Nothing outside the range below should be printed. Output exactly the lines from the line with "KL_Q_ANGLE, &c->origin_lat_deg, 0, KL_F_REQ) == 0" to the line with "a local plane", both included.

## INPUT MATERIAL
[Start of Attachment]

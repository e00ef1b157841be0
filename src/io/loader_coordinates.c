/* kilter: the top-level `coordinates` of a feeder file: what the buses' x and
 * y are (kl_coordinates, feeders/README.md).
 *
 *   coordinates: {system: lon/lat}              x longitude, y latitude (WGS 84, degrees)
 *   coordinates: {system: EPSG:NNNN}            x easting, y northing of that system
 *   coordinates: {system: local, longitude: L, latitude: P, unit: ft}
 *                                               x east, y north, in feet, from (L, P)
 *
 * The loader checks what it can without the coordinate library: the form of
 * the system, the origin's ranges, and (lon/lat) each bus's.  Whether PROJ
 * knows an EPSG code is told where the coordinates are converted
 * (kl_geo_lonlat), at this mapping's position. */
#include <math.h>
#include <stdlib.h>
#include <string.h>
#include "kilter/units.h"
#include "kl_io.h"

enum { CO_SYSTEM, CO_LON, CO_LAT, CO_UNIT };
static const char *const coord_keys[] = {"system", "longitude", "latitude", "unit", NULL};
static const char *const unit_names[] = {"m", "ft", "km", "mi", NULL};
static const double unit_metres[] = {1.0, 0.3048, 1000.0, 1609.344}; /* international foot and mile */

/* "lon/lat", "EPSG:N" (N 1 .. 99999999) or "local"; 0, or -1 after a message. */
static int read_system(kl_loader *L, const kl_fields *fl, kl_coordinates *c)
{
    const char *s = kl_ld_str(L, fl, CO_SYSTEM, KL_F_REQ);
    if (!s)
        return -1;
    if (strcmp(s, "lon/lat") == 0) {
        c->system = KL_COORD_LONLAT;
        return 0;
    }
    if (strcmp(s, "local") == 0) {
        c->system = KL_COORD_LOCAL;
        return 0;
    }
    if (strncmp(s, "EPSG:", 5) == 0 || strncmp(s, "epsg:", 5) == 0) {
        char *end;
        long code = strtol(s + 5, &end, 10);
        if (end != s + 5 && !*end && code >= 1 && code <= 99999999 && s[5] != '+' && s[5] != '-') {
            c->system = KL_COORD_EPSG;
            c->epsg = (int)code;
            return 0;
        }
    }
    kl_ld_error(L, fl->val[CO_SYSTEM], "'system' is '%s': expected lon/lat (WGS 84 longitude and "
                "latitude in degrees), EPSG:<code> (a coordinate system by its EPSG code, e.g. "
                "EPSG:32611 for WGS 84 / UTM zone 11N) or local (x east and y north from an origin "
                "given by 'longitude' and 'latitude', in 'unit')", s);
    return -1;
}

static void read_origin(kl_loader *L, const kl_fields *fl, kl_coordinates *c)
{
    int have = (fl->val[CO_LON] >= 0) + (fl->val[CO_LAT] >= 0);
    if (c->system != KL_COORD_LOCAL) {
        if (have || fl->val[CO_UNIT] >= 0)
            kl_ld_error(L, fl->val[fl->val[CO_LON] >= 0 ? CO_LON : fl->val[CO_LAT] >= 0 ? CO_LAT : CO_UNIT],
                        "'longitude', 'latitude' and 'unit' belong to 'system: local' (the origin of "
                        "the local plane and its unit); this system states its own");
        return;
    }
    if (have < 2) {
        kl_ld_error(L, fl->map, "'system: local' needs the origin, where x = y = 0, as 'longitude' "
                    "and 'latitude' in degrees (WGS 84), e.g. {system: local, longitude: -130.2 deg, "
                    "latitude: 44.05 deg, unit: ft}");
        return;
    }
    if (kl_ld_real(L, fl, CO_LON, KL_Q_ANGLE, &c->origin_lon_deg, 0, KL_F_REQ) == 0
        && !(c->origin_lon_deg >= -180 && c->origin_lon_deg <= 180))
        kl_ld_error(L, fl->val[CO_LON], "'longitude' is %g deg: expected -180 to 180 (east positive)",
                    c->origin_lon_deg);
    /* a plane about the origin is a fair model of the ground of a feeder,
     * but not at a pole, where east and north are not defined */
    if (kl_ld_real(L, fl, CO_LAT, KL_Q_ANGLE, &c->origin_lat_deg, 0, KL_F_REQ) == 0
        && !(c->origin_lat_deg > -85 && c->origin_lat_deg < 85))
        kl_ld_error(L, fl->val[CO_LAT], "'latitude' is %g deg: expected between -85 and 85 (north "
                    "positive; a local plane is not defined at the poles)", c->origin_lat_deg);
    int u = kl_ld_enum(L, fl, CO_UNIT, unit_names, 0);
    c->unit_m = unit_metres[u >= 0 ? u : 0];
}

void kl_ld_coordinates(kl_loader *L, int map)
{
    kl_coordinates *c = &L->f->coordinates;
    kl_fields fl;
    kl_ld_label(L, "coordinates", NULL, -1);
    if (kl_ld_fields(L, map, coord_keys, &fl, "coordinates") < 0)
        return;
    c->loc.line = kl_ynode_at(L->r, map)->line;
    c->loc.col = kl_ynode_at(L->r, map)->col;
    c->unit_m = 1.0;
    if (read_system(L, &fl, c) < 0) {
        c->system = KL_COORD_PLOT;
        return;
    }
    read_origin(L, &fl, c);
}

/* With lon/lat, each bus's x and y are a longitude and a latitude. */
void kl_ld_coordinates_check(kl_loader *L)
{
    const kl_feeder *f = L->f;
    if (f->coordinates.system != KL_COORD_LONLAT)
        return;
    for (int b = 0; b < f->nbuses; b++) {
        const kl_bus *bu = &f->buses[b];
        if (!bu->has_xy || (bu->x >= -180 && bu->x <= 180 && bu->y >= -90 && bu->y <= 90))
            continue;
        kl_ld_label(L, "bus", bu->name, b);
        kl_ld_error_at(L, bu->loc.line, bu->loc.col, "x %g, y %g: with 'coordinates: {system: "
                       "lon/lat}' x is the longitude (-180 to 180) and y the latitude (-90 to 90), in "
                       "degrees%s", bu->x, bu->y,
                       fabs(bu->x) <= 90 && fabs(bu->y) <= 180 ? " (are x and y swapped?)" : "");
    }
}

[End of Attachment]

## WRITTEN RESPONSE
    if (kl_ld_real(L, fl, CO_LAT, KL_Q_ANGLE, &c->origin_lat_deg, 0, KL_F_REQ) == 0
        && !(c->origin_lat_deg > -85 && c->origin_lat_deg < 85))
        kl_ld_error(L, fl->val[CO_LAT], "'latitude' is %g deg: expected between -85 and 85 (north "
                    "positive; a local plane is not defined at the poles)", c->origin_lat_deg);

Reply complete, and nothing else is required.